When the avatar is meant to represent the players themselves inside the virtual environment, it can detract from immersion if the player looks down and sees a body or hands that are very different than his or her own. For example, a woman’s sense of immersion might be broken if she looks down and sees a man’s hands or body. If you are able to allow players to customize their hands and bodies, this can dramatically improve immersion. If this adds too much cost or complexity to your project, you can still take measures to minimize contradictions between VR and reality. For example, avoid overtly masculine or feminine bodily features in visible parts of the avatar. Gloves and unisex clothing that fit in the theme of your content can also serve to maintain ambiguity in aspects of the avatar’s identity, such as gender, body type, and skin color.
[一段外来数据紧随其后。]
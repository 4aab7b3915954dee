package loop

import (
	"strings"
	"testing"
)

// TestWarmupNote: the note appears exactly when the outer loop runs and the
// warm-up is shorter than block_slots/bler_target slots (one expected block
// error per user at the target), and names both lengths.
func TestWarmupNote(t *testing.T) {
	for _, c := range []struct {
		name   string
		ol     OuterLoop
		warmup int64
		want   string // "" for no note, else a substring
	}{
		{"off", OuterLoop{Enabled: false, BLERTarget: 0.01, BlockSlots: 15}, 0, ""},
		{"1 % target, 15-slot blocks, 1499 slots", OuterLoop{Enabled: true, BLERTarget: 0.01, BlockSlots: 15}, 1499, "= 1500 slots"},
		{"1 % target, 15-slot blocks, 1500 slots", OuterLoop{Enabled: true, BLERTarget: 0.01, BlockSlots: 15}, 1500, ""},
		{"10 % target, 15-slot blocks, 10 slots", OuterLoop{Enabled: true, BLERTarget: 0.1, BlockSlots: 15}, 10, "warm-up of 10 slots"},
		{"10 % target, 15-slot blocks, 150 slots", OuterLoop{Enabled: true, BLERTarget: 0.1, BlockSlots: 15}, 150, ""},
		{"3 % target rounds up", OuterLoop{Enabled: true, BLERTarget: 0.03, BlockSlots: 1}, 33, "= 34 slots"},
	} {
		got := c.ol.WarmupNote(c.warmup)
		if (c.want == "") != (got == "") || !strings.Contains(got, c.want) {
			t.Errorf("%s: note %q, want one containing %q", c.name, got, c.want)
		}
	}
}
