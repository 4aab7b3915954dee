package main

import (
	"context"
	"errors"
	"fmt"
	"log/slog"
	"runtime"
	"time"

	"google.golang.org/grpc/codes"
	"google.golang.org/grpc/status"

	"github.com/fadeloop/fadeloop/client"
	"github.com/fadeloop/fadeloop/client/render"
	"github.com/fadeloop/fadeloop/service"
	"github.com/fadeloop/fadeloop/service/jobs"
)

// searchQueueHelp is the help paragraph of tune and capacity on where their
// replications run.
const searchQueueHelp = `Where the replications run: with no --server each replication is a unit of
a durable job on the job queue, as for sweep (--queue local by default: a
NATS server inside this process, its store in <user cache
dir>/fadeloop/queue/JOB, --store DIR for another root, --workers N; --queue
nats://HOST:PORT for an external NATS and its workers). The search itself
stays in this process. Every finished replication is stored, so a search
interrupted by Ctrl-C or --timeout and run again computes none of them twice
and gives the same answer; its first line then names the job, its store and
the replications already stored. --direct runs the replications in this
process without the queue.`

// searchJob is a tune or capacity search whose replications run as units
// of a job on the job queue (tune.Options.RunReplication through the
// embedded server's Config.RunReplication): the search itself stays in
// this process, each replication is stored as it finishes, and a re-run of
// the same command finds the stored ones and does not compute them again.
type searchJob struct {
	kind string
	id   string
	jq   *client.JobQueue
}

// searchSession opens the output and the client of a tune or capacity
// search of the domain request spec (its job ID is a hash of it): on the
// job queue by default, as e.session otherwise (--server or --direct).
// The job's first line says where its replications are stored and how
// many are there already. job is nil off the queue.
func (e *env) searchSession(ctx context.Context, q *sweepQueueFlags, kind string, spec any) (out *output, cl *client.Client, release func(), job *searchJob, err error) {
	if err := q.check(e.g); err != nil {
		return nil, nil, nil, nil, err
	}
	if !q.queued(e.g) {
		out, cl, release, err = e.session()
		return out, cl, release, nil, err
	}
	if e.g.tokenFile != "" || e.g.tls != (client.TLSOptions{}) {
		return nil, nil, nil, nil, badInputf("TLS and --auth-token-file flags need --server (the job queue runs without a fadeloop server)")
	}
	id, err := jobs.JobID(kind, spec)
	if err != nil {
		return nil, nil, nil, nil, err
	}
	jq, err := q.open(ctx, id, true)
	if err != nil {
		if q.fallback(err) {
			noQueueNotice(e, err)
			out, cl, release, err = e.session()
			return out, cl, release, nil, err
		}
		return nil, nil, nil, nil, err
	}
	done, _, err := jq.StoredCount(ctx, id)
	if err != nil {
		jq.Close()
		return nil, nil, nil, nil, err
	}
	if done > 0 { // a resumed search says so, and where its store is
		fmt.Fprintf(e.stderr, "%s job %s (%s): %s already stored\n", kind, id, jq.Where(), render.Count(int(done), "replication", "replications"))
	}
	// Replications in flight: enough to keep every worker busy while
	// results travel back (the search's answer does not depend on it).
	inFlight := 64
	if q.local() {
		w := q.workers
		if w == 0 {
			w = runtime.GOMAXPROCS(0)
		}
		inFlight = 2 * w
	}
	cl, err = client.Embedded(service.Config{Logger: slog.New(slog.DiscardHandler), EngineParallelism: inFlight,
		RunReplication: jq.ReplicationRunner(id)}, client.Options{CallTimeout: e.g.timeout})
	if err != nil {
		jq.Close()
		return nil, nil, nil, nil, err
	}
	out, err = e.openOutput()
	if err != nil {
		cl.Close()
		jq.Close()
		return nil, nil, nil, nil, err
	}
	return out, cl, func() { cl.Close(); jq.Close(); out.discard() }, &searchJob{kind: kind, id: id, jq: jq}, nil
}

// stopped maps the error of a search on the job queue that was
// interrupted (Ctrl-C, --timeout) to the message saying what is stored
// where and how to resume (exit 1); other errors pass unchanged.
func (j *searchJob) stopped(ctx context.Context, e *env, err error) error {
	if j == nil || err == nil {
		return err
	}
	if ctx.Err() == nil && !client.IsCanceled(err) && status.Code(err) != codes.DeadlineExceeded {
		return err
	}
	sctx, cancel := context.WithTimeout(context.Background(), 10*time.Second)
	defer cancel()
	done, _, serr := j.jq.StoredCount(sctx, j.id)
	if serr != nil {
		return err
	}
	why := " (cancelled)"
	if status.Code(err) == codes.DeadlineExceeded || errors.Is(ctx.Err(), context.DeadlineExceeded) {
		why = " (deadline reached)"
	}
	fmt.Fprintf(e.stderr, "%s job %s interrupted%s: %s stored in the job %s; run the same command again to resume (stored replications are not recomputed)\n",
		j.kind, j.id, why, render.Count(int(done), "replication", "replications"), j.jq.Where())
	return sweepIncomplete{j.kind + " not complete"}
}
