package main

import (
	"bufio"
	"errors"
	"flag"
	"fmt"
	"io"
	"log/slog"
	"os"
	"path/filepath"
	"strings"
	"time"

	"github.com/fadeloop/fadeloop/client"
	"github.com/fadeloop/fadeloop/client/render"
	"github.com/fadeloop/fadeloop/service"
)

// globals are the flags every command accepts.
type globals struct {
	server   string
	tls      client.TLSOptions
	format   string
	out      string
	quiet    bool
	timeout  time.Duration
	progress string
	// tokenFile names the file of the bearer token sent with every call
	// (--auth-token-file).
	tokenFile string
}

// register binds the global flags into fs (the top-level set and every
// command's set share the same variables, so they may come before or after
// the command name).
func (g *globals) register(fs *flag.FlagSet) {
	if g.format == "" {
		g.format = "table"
	}
	if g.progress == "" {
		g.progress = "auto"
	}
	fs.StringVar(&g.server, "server", g.server, "fadeloop server `ADDR` (host:port or a gRPC target such as dns:///name:port);\nabsent: run an embedded server inside this process")
	fs.BoolVar(&g.tls.Enabled, "tls", g.tls.Enabled, "use TLS to the server, checked against the system roots")
	fs.StringVar(&g.tls.CAFile, "tls-ca", g.tls.CAFile, "PEM `FILE` of CAs that sign the server certificate (implies --tls)")
	fs.StringVar(&g.tls.CertFile, "tls-cert", g.tls.CertFile, "client certificate PEM `FILE` for mutual TLS (with --tls-key)")
	fs.StringVar(&g.tls.KeyFile, "tls-key", g.tls.KeyFile, "client key PEM `FILE` for mutual TLS (with --tls-cert)")
	fs.StringVar(&g.tls.ServerName, "tls-server-name", g.tls.ServerName, "`NAME` to check in the server certificate instead of the host")
	fs.StringVar(&g.tokenFile, "auth-token-file", g.tokenFile, "`FILE` holding the bearer token the server requires (fadeloopd -auth-token-file); never printed")
	fs.StringVar(&g.format, "format", g.format, "output `FORMAT`: table (the default), csv or json, as the command's \"Output formats\" list; example: yaml (its default) or json")
	fs.StringVar(&g.out, "out", g.out, "write the output to `FILE` instead of standard output")
	fs.BoolVar(&g.quiet, "quiet", g.quiet, "no progress output on standard error")
	fs.DurationVar(&g.timeout, "timeout", g.timeout, "deadline of each call as a `DURATION`, e.g. 90s or 10m (0: none)")
	fs.StringVar(&g.progress, "progress", g.progress, "progress display `MODE`: auto (a bar on a terminal, lines otherwise), bar, lines or none")
}

func (g *globals) checkFormat(allowed ...string) error {
	for _, a := range allowed {
		if g.format == a {
			return nil
		}
	}
	return badInputf("--format %q: must be one of %v", g.format, allowed)
}

// connect opens the client: remote with --server, embedded otherwise.
func (e *env) connect() (*client.Client, error) {
	opts := client.Options{TLS: e.g.tls, CallTimeout: e.g.timeout}
	if e.g.tokenFile != "" {
		b, err := os.ReadFile(e.g.tokenFile)
		if err != nil {
			return nil, badInputf("--auth-token-file: %v", err)
		}
		opts.BearerToken = strings.TrimSpace(string(b))
		if opts.BearerToken == "" {
			return nil, badInputf("--auth-token-file %s: the file is empty", e.g.tokenFile)
		}
		if e.g.server == "" {
			return nil, badInputf("--auth-token-file needs --server (the embedded server has no token)")
		}
	}
	if e.g.server == "" {
		if e.g.tls != (client.TLSOptions{}) {
			return nil, badInputf("TLS flags need --server (the embedded server is in-process)")
		}
		// The embedded server's call log is not shown: every failed call
		// is reported by the command itself.
		logger := slog.New(slog.DiscardHandler)
		return client.Embedded(service.Config{Logger: logger}, opts)
	}
	c, err := client.Dial(e.g.server, opts)
	if err != nil {
		if _, tlsErr := e.g.tls.Config(); tlsErr != nil {
			return nil, badInput{tlsErr}
		}
		return nil, unreachable{err}
	}
	return c, nil
}

// unreachable marks an error as "server unreachable" (exit 3).
type unreachable struct{ err error }

func (u unreachable) Error() string { return u.err.Error() }
func (u unreachable) Unwrap() error { return u.err }

// output opens the destination of the command's result: --out FILE (written
// to a temporary file beside it and renamed on success) or stdout.
type output struct {
	w      *bufio.Writer
	f      *os.File
	final  string
	closed bool
}

// session opens the command's output (see openOutput) and connects to the
// server, or to an embedded one (see connect). release closes the client and
// discards the output unless it was committed; callers defer it.
func (e *env) session() (out *output, cl *client.Client, release func(), err error) {
	out, err = e.openOutput()
	if err != nil {
		return nil, nil, nil, err
	}
	cl, err = e.connect()
	if err != nil {
		out.discard()
		return nil, nil, nil, err
	}
	return out, cl, func() { cl.Close(); out.discard() }, nil
}

func (e *env) openOutput() (*output, error) {
	if e.g.out == "" || e.g.out == "-" {
		return &output{w: bufio.NewWriter(e.stdout)}, nil
	}
	dir := filepath.Dir(e.g.out)
	f, err := os.CreateTemp(dir, "."+filepath.Base(e.g.out)+".*")
	if err != nil {
		return nil, badInputf("--out %s: %v", e.g.out, err)
	}
	return &output{w: bufio.NewWriter(f), f: f, final: e.g.out}, nil
}

// Writer is where to write.
func (o *output) Writer() io.Writer { return o.w }

// commit flushes and, for a file, renames it into place.
func (o *output) commit() error {
	o.closed = true
	if err := o.w.Flush(); err != nil {
		return err
	}
	if o.f == nil {
		return nil
	}
	// CreateTemp makes the file private; the result is an ordinary file.
	if err := o.f.Chmod(0o644); err != nil {
		return err
	}
	if err := o.f.Close(); err != nil {
		return err
	}
	return os.Rename(o.f.Name(), o.final)
}

// discard removes a partial file (on error).
func (o *output) discard() {
	if o.closed || o.f == nil {
		return
	}
	o.closed = true
	o.f.Close()
	os.Remove(o.f.Name())
}

// flagOfField names, per command, the flag that sets a request field, so
// that a rule the request breaks there also names the flag (the value may
// come from a --request file too, so the field keeps its name).
var flagOfField = map[string]map[string]string{
	"tune": {
		"budget.min_replications":     "--min-reps",
		"budget.max_replications":     "--max-reps",
		"budget.batch_replications":   "--batch-reps",
		"budget.max_user_slots":       "--max-user-slots",
		"objective.outage_limit":      "--outage-limit",
		"objective.bler_tolerance":    "--bler-tolerance",
		"objective.indifference_zone": "--indifference",
		"confidence":                  "--confidence",
	},
	"capacity": {
		"group":          "--group",
		"outage_limit":   "--outage-limit",
		"min_count":      "--min-count",
		"max_count":      "--max-count",
		"replications":   "--replications",
		"confidence":     "--confidence",
		"max_user_slots": "--max-user-slots",
	},
}

// report prints err for a person and returns the exit status.
func report(stderr io.Writer, cmd string, err error) int {
	if err == nil {
		return exitOK
	}
	prefix := "fadeloop " + cmd
	if cmd == "" {
		prefix = "fadeloop"
	}
	var cu constraintsUnmet
	if errors.As(err, &cu) {
		fmt.Fprintf(stderr, "%s: no candidate meets the constraints: %s\n", prefix, cu.reason)
		return exitConstraintsUnmet
	}
	var sfe *client.ScenarioFileError
	if errors.As(err, &sfe) {
		fmt.Fprintln(stderr, sfe.Error())
		where := sfe.File
		flags := 0
		for _, v := range sfe.Violations {
			if v.Source != "" {
				flags++
			}
		}
		switch {
		case flags == len(sfe.Violations):
			where = "the command line"
		case flags > 0:
			where += " and the command line"
		}
		fmt.Fprintf(stderr, "%s: %s in %s\n", prefix, render.Count(len(sfe.Violations), "problem", "problems"), where)
		return exitBadInput
	}
	if inv, ok := client.AsInvalidInput(err); ok {
		for _, v := range inv.Violations {
			// A request field a flag sets is named with its flag.
			if flag := flagOfField[cmd][v.Field]; flag != "" {
				v.Field += " (" + flag + ")"
			}
			fmt.Fprintln(stderr, v.String())
		}
		if len(inv.Violations) == 0 {
			fmt.Fprintln(stderr, inv.Message)
		}
		fmt.Fprintf(stderr, "%s: the request is not valid (%s)\n", prefix, render.Count(max(1, len(inv.Violations)), "problem", "problems"))
		return exitBadInput
	}
	var bi badInput
	if errors.As(err, &bi) {
		fmt.Fprintf(stderr, "%s: %v\n", prefix, bi.err)
		return exitBadInput
	}
	if client.IsCanceled(err) {
		fmt.Fprintf(stderr, "%s: cancelled\n", prefix)
		return exitFailure
	}
	var un unreachable
	if errors.As(err, &un) || client.IsUnreachable(err) {
		fmt.Fprintf(stderr, "%s: server unreachable: %s\n", prefix, client.Describe(err))
		return exitUnreachable
	}
	fmt.Fprintf(stderr, "%s: %s\n", prefix, client.Describe(err))
	return exitFailure
}

// constraintsUnmet: the search ran and its report was written, but no
// candidate meets the constraints (exit 4).
type constraintsUnmet struct{ reason string }

func (c constraintsUnmet) Error() string { return "no candidate meets the constraints: " + c.reason }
当替身代表了玩家在虚拟环境中的自身所表现的样子时,如果玩家往下看,看到一个非常不同于他或她自己的身体或手,就会减损沉浸感。例如,一个女人,如果她往下看,看到一个男人的手或身体,她的沉浸感可能被打破。如果你能让玩家能够自定义他们的手和身体,这可以大大提高沉浸感。如果这向您的项目中添加太多的成本或复杂性,你仍然可以采取一些其他措施尽量减少虚拟和现实之间的矛盾。例如,避免较强的男性或女性的身体特征公然出现在替身的可见部分,手套和适合于内容主题的无明显性别特征的服饰,也有助于维护替身各个方面的标识(如性别、身体类型和皮肤颜色)的模糊性。
Health and Safety
• Carefully read and implement the warnings that accompany the Rift (see Health and Safety Warnings) to ensure the health and safety of both you, the developer, and your users.
仔细阅读和实现伴随Rift的警告 (见健康和安全警告),同时确保开发人员和您的用户这两者的安全与健康。
• Refrain from using any high-contrast flashing or alternating colors that change with a frequency in the 1-30 hz range. This can trigger seizures in individuals with photosensitive epilepsy.
不要使用任何高对比度闪烁或频率在 1-30赫兹范围内交替变化的颜色。这(些在时间轴上进行周期变化的光)可以引起光敏性癫痫患者发作。
• Avoid high-contrast, high-spatial-frequency gratings (e.g., fine, black-and-white stripes), as they can also trigger epileptic seizures.
避免高对比度、 高空间频率光栅 (例如,精细、 黑白条纹),因为他们也可以触发癫痫发作。